Is Compromise Possible?

 


Searching for the middle ground
The Confederate monument in downtown Pensacola has been an ongoing issue for several years now, really longer than that. I know many will disagree with me on this, but that monument can not stay there as is. It glorifies the Confederacy and the principle of white supremacy on which it was based. The city erected this monument just as Pensacola was enacting Jim Crow laws limiting the rights of African Americans. In fact, Edward Perry who is honored on this memorial is the governor who brought Jim Crow laws to Florida. This monument sent a clear message that although slavery had ended the white power structure remained. It was a means of intimidating the brown residents of Pensacola that they’d better know their place.

The argument that taking the monument down erases history is ridiculous. The monument was put up to erase the true history of the Confederacy. One example is the inscription on the south side of the monument which states Confederate soldiers, ‘joy was to suffer and die for a cause they believed to be just.” The reality is many of those soldiers were drafted and others went to the Union side at Fort Pickens. We now have the opportunity to correct this and replace it with a more historically accurate monument.

I propose that rather than remove the monument, we transform it from a Confederate monument to a Civil War monument. The primary alteration would be in the inscriptions on the four sides of the monument. On the south side replace the commemoration of Confederate soldiers with a commemoration of all Civil War soldiers. On the east side replace Jefferson Davis with an inscription memorializing the Battle of Pensacola in 1861. On the north side honor Abraham Lincoln for preserving the Union. Below that, inscribe the words “Our Union Dead.” This will match the words, “Our Confederate Dead” that are currently on the south side. Finally, on the west side commemorate the liberation of Pensacola in 1862. I also propose renaming Lee square to Union Square. This will recognize that ultimately the Civil War made the union stronger by eliminating the institution of slavery. If the name Union Square is too controversial we can revert it to the square’s original name of “Florida Square.”

I propose this option because even if we remove the monument, we just create a new series of problems.
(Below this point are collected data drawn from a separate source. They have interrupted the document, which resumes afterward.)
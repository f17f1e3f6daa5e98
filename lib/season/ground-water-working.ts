/**
 * The working of the water that reaches the ground of a parcel on one day: snow, frozen ground, curve number and runoff.
 */
import { quantity } from '../base/working.ts';
import { curveNumberOfSurface, curveNumbers, FIVE_DAY_LIMITS, potentialRetention } from '../crop/runoff.ts';
import { ALL_RAIN_AT, ALL_SNOW_AT, degreeDayMelt, MELT_COEFFICIENT, snowShare } from '../crop/snow.ts';
import { ANTECEDENT_DAYS, conditionBefore, fiveDayRain, freezeGround, isGrowing, openingSnow, runoffByStrip } from './ground-water.ts';
import type { PackedSeason } from './pack.ts';
import type { ParcelInput, WorkingStep } from './types.ts';

const mm = (symbol: string, value: number) => quantity(symbol, value, 'mm');
const part = 'weather';
const CURVE_NUMBER_SOURCE = 'USDA-NRCS, National Engineering Handbook 630, chapter 10';
const SNOW_SOURCE = 'USDA-NRCS, National Engineering Handbook 630, chapter 11 (recalled)';
const FROST_SOURCE = 'Molnau & Bissell 1983 (recalled)';
const CONDITION_SOURCE =
  'Hawkins, Hjelmfelt & Zevenbergen 1985; classes of NEH section 4, Table 4.2 (recalled), growing season from a mean of 5 °C (choice of the product)';

/** Steps from a parcel's rain to its runoff on a day already in `season.weather`. */
export function groundWaterSteps(season: PackedSeason, parcel: ParcelInput, day: number): WorkingStep[] {
  const { snow, frozenGround } = season.input.settings;
  const known = !Number.isNaN(season.weather.airTemperatureMean[day]);
  const temperature = known && (snow || frozenGround) ? [temperatureStep(season, day)] : [];
  return [
    ...temperature,
    ...(snow ? snowSteps(season, parcel, day, known) : []),
    ...(frozenGround ? frostSteps(season, parcel, day, known) : []),
    ...runoffSteps(season, parcel, day),
  ];
}

function temperatureStep({ weather }: PackedSeason, day: number): WorkingStep {
  const celsius = (symbol: string, value: number) => quantity(symbol, value, '°C');
  return {
    part,
    symbol: 'T',
    name: 'Mean air temperature',
    expression: 'T = (Tmax + Tmin) / 2',
    inputs: [celsius('Tmax', weather.airTemperatureMax[day]), celsius('Tmin', weather.airTemperatureMin[day])],
    result: weather.airTemperatureMean[day],
    unit: '°C',
    source: 'FAO-56 Eq. 9',
  };
}

/** Snow on the ground as the day began [mm]. */
function snowBefore(season: PackedSeason, parcel: ParcelInput, day: number): number {
  if (!season.input.settings.snow) return 0;
  return day === 0 ? openingSnow(parcel) : season.weather.snowWater[day - 1];
}

function snowSteps(season: PackedSeason, parcel: ParcelInput, day: number, known: boolean): WorkingStep[] {
  const { weather } = season;
  const precipitation = mm('P', weather.precipitation[day]);
  const before = mm('S, yesterday', snowBefore(season, parcel, day));
  if (!known) {
    return [liquidStep(weather.liquid[day], 'Pl = P; no temperature that day, so it is taken as rain and no snow melts', [precipitation])];
  }
  const temperature = quantity('T', weather.airTemperatureMean[day], '°C');
  const share = snowShare(temperature.value);
  const lying = before.value + (precipitation.value > 0 ? share * precipitation.value : 0);
  const melt = lying > 0 ? degreeDayMelt(lying, temperature.value) : 0;
  const fs = quantity('fs', share, '1');
  return [
    {
      part,
      symbol: 'fs',
      name: 'Share of the precipitation that falls as snow',
      expression: `fs = (${ALL_RAIN_AT} − T) / (${ALL_RAIN_AT} + ${-ALL_SNOW_AT}), held in 0 … 1`,
      inputs: [temperature],
      result: share,
      unit: '1',
      source: 'US Army Corps of Engineers 1956, Snow Hydrology (limits recalled)',
    },
    {
      part,
      symbol: 'M',
      name: 'Snow that melts',
      expression: 'M = Cm T where T > 0 °C, at most S,yesterday + fs P',
      inputs: [quantity('Cm', MELT_COEFFICIENT, 'mm °C⁻¹ d⁻¹'), temperature, before, fs, precipitation],
      result: melt,
      unit: 'mm',
      source: SNOW_SOURCE,
    },
    {
      part,
      symbol: 'S',
      name: 'Snow on the ground at the end of the day, as water',
      expression: 'S = S,yesterday + fs P − M',
      inputs: [before, fs, precipitation, mm('M', melt)],
      result: weather.snowWater[day],
      unit: 'mm',
      source: 'balance of the snow; sublimation left out',
    },
    liquidStep(weather.liquid[day], 'Pl = (1 − fs) P + M', [fs, precipitation, mm('M', melt)]),
  ];
}

function liquidStep(result: number, expression: string, inputs: WorkingStep['inputs']): WorkingStep {
  return { part, symbol: 'Pl', name: 'Rain and melt that reach the ground', expression, inputs, result, unit: 'mm', source: SNOW_SOURCE };
}

function frostSteps(season: PackedSeason, parcel: ParcelInput, day: number, known: boolean): WorkingStep[] {
  const { weather } = season;
  const before = freezeGround(season, parcel, day);
  const index = freezeGround(season, parcel, day + 1);
  const unit = '°C d';
  const temperature = quantity('T', weather.airTemperatureMean[day], '°C');
  const step = { part, symbol: 'CFGI', name: 'Frozen ground index', result: index, unit, source: FROST_SOURCE };
  const yesterday = quantity('CFGI, yesterday', before, unit);
  const indexStep: WorkingStep = known
    ? {
        ...step,
        expression: `CFGI = 0.97 CFGI,yesterday − T exp(−0.4 K D), not below 0; D = 0.4 S,yesterday [cm], K = ${temperature.value < 0 ? '0.08' : '0.5'} cm⁻¹`,
        inputs: [yesterday, temperature, mm('S, yesterday', snowBefore(season, parcel, day))],
      }
    : { ...step, expression: 'CFGI = CFGI,yesterday; no temperature that day', inputs: [yesterday] };
  return [
    indexStep,
    {
      part,
      symbol: 'F',
      name: 'Ground frozen: 1, not frozen: 0',
      expression: 'F = 1 where CFGI ≥ 83, or CFGI ≥ 56 on ground that was frozen the day before; else 0',
      inputs: [quantity('CFGI', index, unit), quantity('F, yesterday', day === 0 ? 0 : weather.frozen[day - 1], '1')],
      result: weather.frozen[day],
      unit: '1',
      source: FROST_SOURCE,
    },
  ];
}

function runoffSteps(season: PackedSeason, parcel: ParcelInput, day: number): WorkingStep[] {
  const { settings } = season.input;
  const { weather } = season;
  const water = settings.snow ? mm('Pl', weather.liquid[day]) : mm('P', weather.precipitation[day]);
  const result = weather.surfaceRunoff[day];
  const step = { part, symbol: 'RO', name: 'Surface runoff', result, unit: 'mm' };
  if (weather.frozen[day] === 1) {
    return [{ ...step, expression: `RO = ${water.symbol}; frozen ground takes up nothing`, inputs: [water], source: FROST_SOURCE }];
  }
  const { curveNumber } = parcel.soil;
  if (!settings.runoff || Number.isNaN(curveNumber)) {
    return [{ ...step, expression: 'RO = 0; no runoff is reckoned here', inputs: [water], source: CURVE_NUMBER_SOURCE }];
  }
  if (runoffByStrip(season, parcel)) return [];
  const condition = settings.antecedentMoisture === 'five-day-rain' ? [conditionStep(season, curveNumber, day)] : [];
  return [...condition, runoffStep(water, condition[0]?.result ?? curveNumber, result)];
}

/** `water`: the day's rain, or rain and melt, as the working names it. */
function runoffStep(water: WorkingStep['inputs'][number], curveNumber: number, result: number): WorkingStep {
  const symbol = water.symbol;
  return {
    part,
    symbol: 'RO',
    name: 'Surface runoff',
    expression: `RO = (${symbol} − 0.2 S)² / (${symbol} + 0.8 S) where ${symbol} > 0.2 S, S = 25400 / CN − 254`,
    inputs: [water, quantity('CN', curveNumber, '1'), mm('S', potentialRetention(curveNumber))],
    result,
    unit: 'mm',
    source: CURVE_NUMBER_SOURCE,
  };
}

const CONDITION_TEXT = {
  1: 'dry: CN I = CN / (2.281 − 0.01281 CN)',
  2: 'average: CN II = CN',
  3: 'wet: CN III = CN / (0.427 + 0.00573 CN)',
} as const;

function conditionStep({ weather }: PackedSeason, curveNumber: number, day: number): WorkingStep {
  const condition = conditionBefore(weather, day);
  const numbers = curveNumbers(curveNumber);
  const early = day < ANTECEDENT_DAYS;
  const growing = early || isGrowing(weather, day);
  const limits = growing ? FIVE_DAY_LIMITS.growing : FIVE_DAY_LIMITS.dormant;
  const rule = early
    ? 'fewer than five days before'
    : `${growing ? 'growing season' : 'dormant season'}: dry below ${limits.dry} mm, wet above ${limits.wet} mm`;
  return {
    part,
    symbol: 'CN',
    name: 'Curve number of the day, by the rain of the five days before',
    expression: `${CONDITION_TEXT[condition]} (${rule})`,
    inputs: [...(early ? [] : [mm('P5', fiveDayRain(weather, day))]), quantity('CN of the soil', curveNumber, '1')],
    result: condition === 1 ? numbers.dry : condition === 3 ? numbers.wet : numbers.average,
    unit: '1',
    source: CONDITION_SOURCE,
  };
}

/** A strip's runoff by its surface layer, as the loop had it. Water [mm]. */
export interface SurfaceRunoffRecord {
  /** CN of the soil, antecedent condition II */
  readonly curveNumber: number;
  /** De as the day began */
  readonly depletion: number;
  /** REW */
  readonly readily: number;
  /** TEW */
  readonly total: number;
  /** rain and melt that reached the ground */
  readonly liquid: number;
  /** RO */
  readonly runoff: number;
}

/** Steps of a strip's runoff where the antecedent moisture is read from its surface layer. */
export function surfaceRunoffSteps(record: SurfaceRunoffRecord): WorkingStep[] {
  const { depletion, readily, total, liquid, runoff } = record;
  const numbers = curveNumbers(record.curveNumber);
  const curveNumber = curveNumberOfSurface(numbers, depletion, readily, total);
  const number: WorkingStep = {
    part,
    symbol: 'CN',
    name: 'Curve number of the day, by the surface layer',
    expression: 'CN = CN III while De ≤ 0.5 REW, CN I from De = 0.7 REW + 0.3 TEW on, linear in De between',
    inputs: [
      mm('De, yesterday', depletion),
      mm('REW', readily),
      mm('TEW', total),
      quantity('CN I', numbers.dry, '1'),
      quantity('CN III', numbers.wet, '1'),
    ],
    result: curveNumber,
    unit: '1',
    source: 'ASCE Manual of Practice 70, 2nd edition (recalled); CN I and III by Hawkins, Hjelmfelt & Zevenbergen 1985',
  };
  return [number, runoffStep(mm('Pl', liquid), curveNumber, runoff)];
}
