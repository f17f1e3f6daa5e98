/**
 * A season made ready for the loop over parcels: checked input, calendar, and scratch arrays that every parcel uses again.
 */
import { type DayNumber, dayNumber, dayOfYear } from '../base/civil-date.ts';
import { type DailyConstants, dailyConstants, emptyReferenceDay, type ReferenceDay } from '../energy/combination.ts';
import { type SolarGeometry, solarGeometry } from '../energy/sun.ts';
import { type Checked, checkSeason, RUN_SURFACE } from './check.ts';
import type { StripClosing } from './initial-water.ts';
import { emptyWalk, type StripWalk } from './strip-walk.ts';
import { DAILY_VARIABLE_COUNT, type ParcelInput, type SeasonInput } from './types.ts';

/** Weather and what follows from it at one parcel, each [day]; overwritten by the next parcel. */
export interface ParcelWeather {
  /** sum of the weights of the sites present */
  readonly weightSum: Float64Array;
  /** °C */
  readonly airTemperatureMax: Float64Array;
  /** °C */
  readonly airTemperatureMin: Float64Array;
  /** (Tmax + Tmin) / 2 [°C]; NaN on a day without temperature */
  readonly airTemperatureMean: Float64Array;
  /** kPa */
  readonly actualVapourPressure: Float64Array;
  /** MJ m⁻² d⁻¹ */
  readonly solarRadiation: Float64Array;
  /** m s⁻¹ */
  readonly windSpeed2m: Float64Array;
  /** mm d⁻¹ */
  readonly precipitation: Float64Array;
  /** rain and melt that reach the ground [mm d⁻¹]; precipitation where no snow is kept */
  readonly liquid: Float64Array;
  /** snow on the ground at the end of the day, as water [mm]; where it is above 0 neither crop nor soil take water that day */
  readonly snowWater: Float64Array;
  /** 1 where the ground is frozen: nothing infiltrates, and it does not evaporate */
  readonly frozen: Uint8Array;
  /** of `liquid` [mm d⁻¹]; with antecedent moisture by the surface layer only that of frozen days, the loop reckons the rest */
  readonly surfaceRunoff: Float64Array;
  /** % */
  readonly humidityMinimum: Float64Array;
  /** climate part of Kc max */
  readonly climate: Float64Array;
  /** mm d⁻¹ */
  readonly referenceEt: Float64Array;
  /** sums of u2 and RHmin over the days before, [day + 1] */
  readonly windSum: Float64Array;
  readonly humiditySum: Float64Array;
}

/** The sites a parcel's weather is mixed from; overwritten by the next parcel. */
export interface Mix {
  readonly days: number;
  /** 1 where the site has weather that day, [site × day] */
  readonly present: Uint8Array;
  /** sites in use */
  count: number;
  /** none of them has a gap */
  complete: boolean;
  /** place of a site's first day in the weather arrays, per site in use */
  readonly start: Int32Array;
  readonly weight: Float64Array;
  /** temperature correction [°C] */
  readonly lapse: Float64Array;
  /** zeros: the correction of every other variable */
  readonly none: Float64Array;
}

/** Bits of `StripCurve.mark`. */
export const MARK = {
  planted: 1,
  firstDay: 2,
  /** the rule of the planting may call for water on its own account: depletion, or deficit */
  mayIrrigate: 4,
  /** water is put on today if there is any depletion: interval, daily replacement */
  due: 8,
  /** water is what `prescribed` says and nothing else */
  recorded: 16,
  /** bunds are up: water above field capacity is held */
  ponded: 32,
  /** `prescribed` is a refill down to the scheduling depth instead of a depth */
  refill: 64,
  /** first day of a drained field after ponding */
  drained: 128,
} as const;

/** A strip's crops over the run, each [day]; overwritten by the next strip. */
export interface StripCurve {
  readonly basal: Float64Array;
  readonly height: Float64Array;
  readonly heightFactor: Float64Array;
  readonly rootDepth: Float64Array;
  /** depth irrigation is scheduled over, see `scheduleDepth`; 0 where nothing is planted */
  readonly scheduleDepth: Float64Array;
  readonly tableFraction: Float64Array;
  /** TAW of the root zone [mm], through the layers of the soil */
  readonly available: Float64Array;
  /** water the soil holds between wilting point and field capacity down to the scheduling depth [mm] */
  readonly scheduleAvailable: Float64Array;
  /** given fraction of ground covered fc (orchards, images); NaN: from Kcb (FAO-56 Eq. 76) */
  readonly covered: Float64Array;
  /** factor on Ke for mulch, 1 without */
  readonly evaporationShare: Float64Array;
  /** share of the surface that dries and is wetted by it: what plastic leaves open, 1 without */
  readonly openShare: Float64Array;
  /** Ks of salinity, 1 without */
  readonly saltStress: Float64Array;
  /** most that rises from the water table [mm d⁻¹], 0 without */
  readonly capillaryMost: Float64Array;
  /** share of RAW at which the rule starts an irrigation; above 1 the crop runs short on purpose */
  readonly triggerShare: Float64Array;
  /** share of the depletion that an irrigation takes away, 1 = to field capacity */
  readonly refillShare: Float64Array;
  /** depth of an application of fixed depth [mm net]; 0: refill */
  readonly fixedDepth: Float64Array;
  /** water given whatever the soil says [mm]: net for pre-irrigation and germination; gross where `MARK.recorded` */
  readonly prescribed: Float64Array;
  /** 0 initial … 3 late; 0 where nothing is planted */
  readonly stage: Uint8Array;
  /** index of the planting in its parcel's list; −1 where nothing is planted */
  readonly planting: Int16Array;
  readonly mark: Uint8Array;
  /** water the soil holds down to the deepest root of the run [mm] */
  deepestAvailable: number;
}

export interface PackedSeason {
  readonly input: SeasonInput;
  readonly firstDay: DayNumber;
  readonly dayOfYear: Uint16Array;
  /** 1 where the site has weather that day, [site × day] */
  readonly present: Uint8Array;
  /** true for a site with weather on every day, [site] */
  readonly complete: readonly boolean[];
  readonly checked: Checked;
  readonly sun: SolarGeometry;
  readonly constants: DailyConstants;
  readonly reference: ReferenceDay;
  readonly mix: Mix;
  readonly weather: ParcelWeather;
  readonly flags: Uint32Array;
  readonly curve: StripCurve;
  /** the parcel's daily variables in double precision, [variable × day kept] */
  readonly daily: Float64Array;
  /** ETc and ETc adj of the parcel's plantings by stage [mm], [planting × 4 × 2] */
  readonly stageEt: Float64Array;
  /** the parcel's strips on the last evening */
  readonly closing: StripClosing[];
  /** what the walk over a strip reads and writes; set anew for each strip */
  readonly walk: StripWalk;
  /** the parcel whose sky is in `weather`; null for none */
  sky: ParcelInput | null;
}

/** Days of a season that are kept: all but the lead days. */
export function keptDays({ dayCount, leadDays }: Pick<SeasonInput, 'dayCount' | 'leadDays'>): number {
  return dayCount - (leadDays ?? 0);
}

/**
 * Checks what the parcels share and sets up the arrays of the loop.
 *
 * @throws {ShapeError} when arrays do not agree
 * @throws {RangeViolation} for a setting outside its limits
 */
export function packSeason(input: SeasonInput): PackedSeason {
  checkSeason(input);
  const days = input.dayCount;
  const firstDay = dayNumber(input.startDate);
  const { present, complete } = presence(input);
  const weather = emptyParcelWeather(days);
  const curve = emptyCurve(days);
  const plantings = input.parcels.reduce((most, parcel) => Math.max(most, parcel.plantings.length), 1);
  const stageEt = new Float64Array(8 * plantings);
  return {
    input,
    firstDay,
    dayOfYear: Uint16Array.from({ length: days }, (_, d) => dayOfYear(firstDay + d)),
    present,
    complete,
    checked: new WeakSet(),
    sun: solarGeometry(0),
    constants: dailyConstants(input.settings.method, RUN_SURFACE),
    reference: emptyReferenceDay(),
    mix: emptyMix(input, present),
    weather,
    flags: new Uint32Array(days),
    curve,
    daily: new Float64Array(DAILY_VARIABLE_COUNT * keptDays(input)),
    stageEt,
    closing: [],
    walk: emptyWalk({ input, weather, curve, stageEt, plantingShare: new Float64Array(plantings) }),
    sky: null,
  };
}

/** A site-day counts as present when every variable the season needs is there: one missing number must not leak into a parcel. */
function presence(input: SeasonInput): { present: Uint8Array; complete: boolean[] } {
  const { weather, dayCount } = input;
  const present = new Uint8Array(weather.siteCount * dayCount);
  const complete: boolean[] = [];
  for (let site = 0; site < weather.siteCount; site++) {
    let count = 0;
    for (let i = site * dayCount; i < (site + 1) * dayCount; i++) {
      const sum = weather.airTemperatureMax[i] + weather.airTemperatureMin[i] + weather.actualVapourPressure[i];
      const rest = weather.solarRadiation[i] + weather.windSpeed2m[i] + weather.precipitation[i];
      present[i] = Number.isFinite(sum + rest) ? 1 : 0;
      count += present[i];
    }
    complete.push(count === dayCount);
  }
  return { present, complete };
}

function emptyMix(input: SeasonInput, present: Uint8Array): Mix {
  const most = input.parcels.reduce((count, parcel) => Math.max(count, parcel.weights.length), 0);
  const perSite = () => new Float64Array(most);
  const start = new Int32Array(most);
  return { days: input.dayCount, present, count: 0, complete: true, start, weight: perSite(), lapse: perSite(), none: perSite() };
}

/** Weather rows of a parcel with nothing in them yet. */
export function emptyParcelWeather(days: number): ParcelWeather {
  const row = () => new Float64Array(days);
  return {
    weightSum: row(),
    airTemperatureMax: row(),
    airTemperatureMin: row(),
    airTemperatureMean: row(),
    actualVapourPressure: row(),
    solarRadiation: row(),
    windSpeed2m: row(),
    precipitation: row(),
    liquid: row(),
    snowWater: row(),
    frozen: new Uint8Array(days),
    surfaceRunoff: row(),
    humidityMinimum: row(),
    climate: row(),
    referenceEt: row(),
    windSum: new Float64Array(days + 1),
    humiditySum: new Float64Array(days + 1),
  };
}

/** Curves of a strip with nothing on them yet. */
export function emptyCurve(days: number): StripCurve {
  const row = () => new Float64Array(days);
  return {
    basal: row(),
    height: row(),
    heightFactor: row(),
    rootDepth: row(),
    scheduleDepth: row(),
    tableFraction: row(),
    available: row(),
    scheduleAvailable: row(),
    covered: row(),
    evaporationShare: row(),
    openShare: row(),
    saltStress: row(),
    capillaryMost: row(),
    triggerShare: row(),
    refillShare: row(),
    fixedDepth: row(),
    prescribed: row(),
    stage: new Uint8Array(days),
    planting: new Int16Array(days),
    mark: new Uint8Array(days),
    deepestAvailable: Number.NaN,
  };
}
First, we will be replacing one set of aggrieved people with another. Those who see removing it as an affront to their heritage will hold on to this bitter little pill for years to come. Ninety percent of what local government does goes largely unnoticed by the vast majority of people. However, government action that affects someone personally can come to represent the entirety of 
their experience with local government. They’ll bring this up in town halls and city council meetings for years to come. This compromise gives them something to hang their hat on and diffuse some of that anger.

The second problem is what to do with the monument after you take it down. Putting it in Saint Michaels Cemetery has been proposed. However, this doesn’t solve the basic problem of the monument. The problem isn’t the location, it’s that it exists. Simply moving it doesn’t change the fact that Pensacola still has a Confederate Monument that needs to come down. It simply changes the location of the protests.

Finally, it presents the problem of what to replace the monument with. That issue is likely to bedevil this council for years to come. It’s likely to be as divisive as the current issue before the Council. Converting this into a Civil War Monument solves all those problems at once. Of course, there will still be issues to work out. The exact wording of the new plaques on the monument being first among them. A commission of local historians and community leaders will need to work this out. I can anticipate possible objections from both the Right and the Left to this proposal. However, I also think there’s an opportunity for us to come together, show we can still make compromises, and meet in the middle to move forward as a community.